Cherif Kouachi also met Amedy Coulibaly between midnight and 1 a.m. on the eve of the January 7 attack, the official said.

The details were contained in leaked documents from the investigation and first published in French newspaper Le Monde on Tuesday. The report was confirmed to NBC News by a well placed government official speaking on condition of anonymity. The newspaper said it was the first time investigators have seen proof that the attacks on Charlie Hebdo and the kosher supermarket were linked.

Cherif Kouachi and his brother, Said, killed 12 people during the Charlie Hebdo attack which began at around 11:30 a.m. local time (5:30 a.m. ET). Coulibaly killed four hostages at a Paris kosher supermarket two days later while demanding the release of the Kouachi brothers who were by this time surrounded by police outside the capital. All three were killed in police raids.
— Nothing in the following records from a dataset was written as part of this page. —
/**
 * Independent dense reference built with mathjs: full 2^n × 2^n matrices via math.kron and
 * permutation matrices, against which the in-place engine is compared.
 */
import { add, complex, ctranspose, index, kron, matrix, multiply, range, subset, type Complex, type Matrix } from 'mathjs';
import type { CMatrix } from '../../src/linalg/cmatrix.js';
import type { Instruction } from '../../src/engine/instruction.js';
import type { DensityMatrix, StateVector } from '../../src/engine/layout.js';
import { toMath } from '../helpers/mathjs.js';
export { toMath } from '../helpers/mathjs.js';

/** Agreement required between the engine and the dense mathjs reference. */
export const DENSE_AGREEMENT = 1e-12;

/** A register density matrix as a mathjs matrix. */
export function rhoToMath(rho: DensityMatrix): Matrix {
  return toMath({ rows: rho.dim, cols: rho.dim, data: rho.data });
}

/** A state vector as a mathjs column matrix. */
export function psiToMath(psi: StateVector): Matrix {
  return toMath({ rows: psi.dim, cols: 1, data: psi.data });
}

function parts(x: unknown): [number, number] {
  if (typeof x === 'number') return [x, 0];
  const c = x as Complex;
  return [c.re, c.im];
}

/** max_ij |a_ij − m_ij| between interleaved row-major data (rows × cols) and a mathjs matrix. */
export function maxDiffToMath(data: Float64Array, rows: number, cols: number, m: Matrix): number {
  const size = m.size();
  if (size[0] !== rows || (size[1] ?? 1) !== cols) return Infinity;
  let worst = 0;
  for (let i = 0; i < rows; i++) {
    for (let j = 0; j < cols; j++) {
      const [re, im] = parts(m.get([i, j]));
      const d = Math.hypot(data[2 * (i * cols + j)]! - re, data[2 * (i * cols + j) + 1]! - im);
      if (d > worst) worst = d;
    }
  }
  return worst;
}

/** max_ij |ρ_ij − m_ij| for a register density matrix. */
export function rhoDiff(rho: DensityMatrix, m: Matrix): number {
  return maxDiffToMath(rho.data, rho.dim, rho.dim, m);
}

function realMatrix(rows: number[][]): Matrix {
  return matrix(rows.map((r) => r.map((v) => complex(v, 0))));
}

/**
 * Permutation matrix P with P|i⟩ = |j⟩, where j lists the bits of i (qubit 0 = most significant)
 * in the order [targets…, remaining qubits ascending]; so Pᵀ (U ⊗ I) P applies U to the targets.
 */
export function permutationTargetsFirst(n: number, targets: readonly number[]): Matrix {
  const order = [...targets, ...Array.from({ length: n }, (_, q) => q).filter((q) => !targets.includes(q))];
  const dim = 1 << n;
  const p: number[][] = Array.from({ length: dim }, () => new Array<number>(dim).fill(0));
  for (let i = 0; i < dim; i++) {
    let j = 0;
    for (let pos = 0; pos < n; pos++) {
      const bit = (i >> (n - 1 - order[pos]!)) & 1;
      j |= bit << (n - 1 - pos);
    }
    p[j]![i] = 1;
  }
  return realMatrix(p);
}

function identityMath(d: number): Matrix {
  return realMatrix(Array.from({ length: d }, (_, i) => Array.from({ length: d }, (_, j) => (i === j ? 1 : 0))));
}

/** The full 2^n × 2^n matrix of operator `op` on `targets` (first target = leftmost factor), via kron and a permutation. */
export function embed(n: number, targets: readonly number[], op: CMatrix): Matrix {
  const p = permutationTargetsFirst(n, targets);
  const rest = 1 << (n - targets.length);
  const big = kron(toMath(op), identityMath(rest));
  return multiply(multiply(ctranspose(p), big), p) as Matrix;
}

/** Dense Σ_k K_k ρ K_k† with each K_k embedded on `targets` (a unitary is the one-element set). */
export function denseChannel(n: number, targets: readonly number[], kraus: readonly CMatrix[], rho: Matrix): Matrix {
  let out: Matrix | undefined;
  for (const k of kraus) {
    const e = embed(n, targets, k);
    const term = multiply(multiply(e, rho), ctranspose(e)) as Matrix;
    out = out ? (add(out, term) as Matrix) : term;
  }
  return out!;
}

/** Dense reset of qubit q by its definition |0⟩⟨0|_q ⊗ Tr_q ρ (partial trace by sub-blocks after moving q to the front). */
export function denseReset(n: number, q: number, rho: Matrix): Matrix {
  const p = permutationTargetsFirst(n, [q]);
  const moved = multiply(multiply(p, rho), ctranspose(p)) as Matrix;
  const dim = 1 << n;
  const h = dim / 2;
  const top = subset(moved, index(range(0, h), range(0, h)));
  const bottom = subset(moved, index(range(h, dim), range(h, dim)));
  const reduced = add(top, bottom) as Matrix;
  const ket0bra0 = realMatrix([
    [1, 0],
    [0, 0],
  ]);
  const out = kron(ket0bra0, reduced);
  return multiply(multiply(ctranspose(p), out), p) as Matrix;
}

/** Dense run of an instruction list from |0…0⟩: ρ → U ρ U†, Σ K ρ K†, reset, all with mathjs. */
export function denseProgramRun(n: number, program: readonly Instruction[]): Matrix {
  const d = 1 << n;
  let rho = matrix(Array.from({ length: d }, (_, r) => Array.from({ length: d }, (_, c) => complex(r === 0 && c === 0 ? 1 : 0, 0))));
  for (const ins of program) {
    if (ins.op === 'unitary') {
      const u = embed(n, ins.qubits, ins.matrix);
      rho = multiply(multiply(u, rho), ctranspose(u)) as Matrix;
    } else if (ins.op === 'channel') rho = denseChannel(n, ins.qubits, ins.kraus, rho);
    else rho = denseReset(n, ins.qubit, rho);
  }
  return rho;
}
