import { describe, expect, it } from 'vitest';
import { buildPlan } from '../../src/plan/buildPlan.js';
import { describeSources, formatPlan, planToJson } from '../../src/plan/formatPlan.js';
import type { Instruction } from '../../src/engine/instruction.js';
import type { Origin } from '../../src/program/program.js';
import { CNOT, phaseDampingKraus, rz } from './helpers.js';

const program: Instruction[] = [
  { op: 'unitary', qubits: [0], matrix: rz(0.3) },
  { op: 'channel', qubits: [0], kraus: phaseDampingKraus(0.1) },
  { op: 'unitary', qubits: [1], matrix: rz(0.2) },
  { op: 'unitary', qubits: [0, 1], matrix: CNOT },
  { op: 'channel', qubits: [1], kraus: phaseDampingKraus(0.2) },
];
const origins: Origin[] = [
  { step: 0, what: 'rz' },
  { step: 0, what: 'phase_damping' },
  { step: 0, what: 'rz' },
  { step: 1, what: 'cx' },
  { step: -1, what: 'idle 120 ns' },
];

describe('formatPlan', () => {
  it('prints a summary and one line per call with kernel, qubits and the fused steps (1-based)', () => {
    const text = formatPlan(buildPlan(2, program), origins);
    const lines = text.trimEnd().split('\n');
    expect(lines[0]).toBe('plan: 1 kernel call for 5 instructions on 2 qubits (fused; real2 1)');
    expect(lines[1]).toMatch(/^ {2}1 {2}real2 +0,1 +step 1 rz ×2, step 1 phase_damping, step 2 cx, idle 120 ns$/);
  });

  it('the unfused plan has one general call per instruction', () => {
    const text = formatPlan(buildPlan(2, program, { fuse: false }), origins);
    expect(text.split('\n')[0]).toBe('plan: 5 kernel calls for 5 instructions on 2 qubits (unfused; general 5)');
  });

  it('describeSources counts repeats; planToJson carries the same content', () => {
    expect(describeSources([0, 2, 3], origins)).toBe('step 1 rz ×2, step 2 cx');
    const j = planToJson(buildPlan(2, program), origins) as { calls: { kernel: string; instructions: number[] }[] };
    expect(j.calls).toHaveLength(1);
    expect(j.calls[0]!.kernel).toBe('real2');
    expect(j.calls[0]!.instructions).toEqual([0, 1, 2, 3, 4]);
  });
});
According to the government official, a text message was sent at 10:19 a.m. from the home of Cherif Kouachi in the Paris suburb Gennevilliers. The cellphone account only ever sent six messages and was apparently opened specifically to coordinate the attack.

The details showed the operation was "a well-coordinated attack, " according to Alain Bauer, a professor of criminology at Paris' National Conservatory of Arts and Crafts. He told NBC News that Coulibaly was the leader — or "producer" — of the operation.

"Coulibaly decided which weapons to buy, where to get the money, buy the car, scope out the targets and coordinate the attack," said Bauer, who also advises the French authorities in criminology.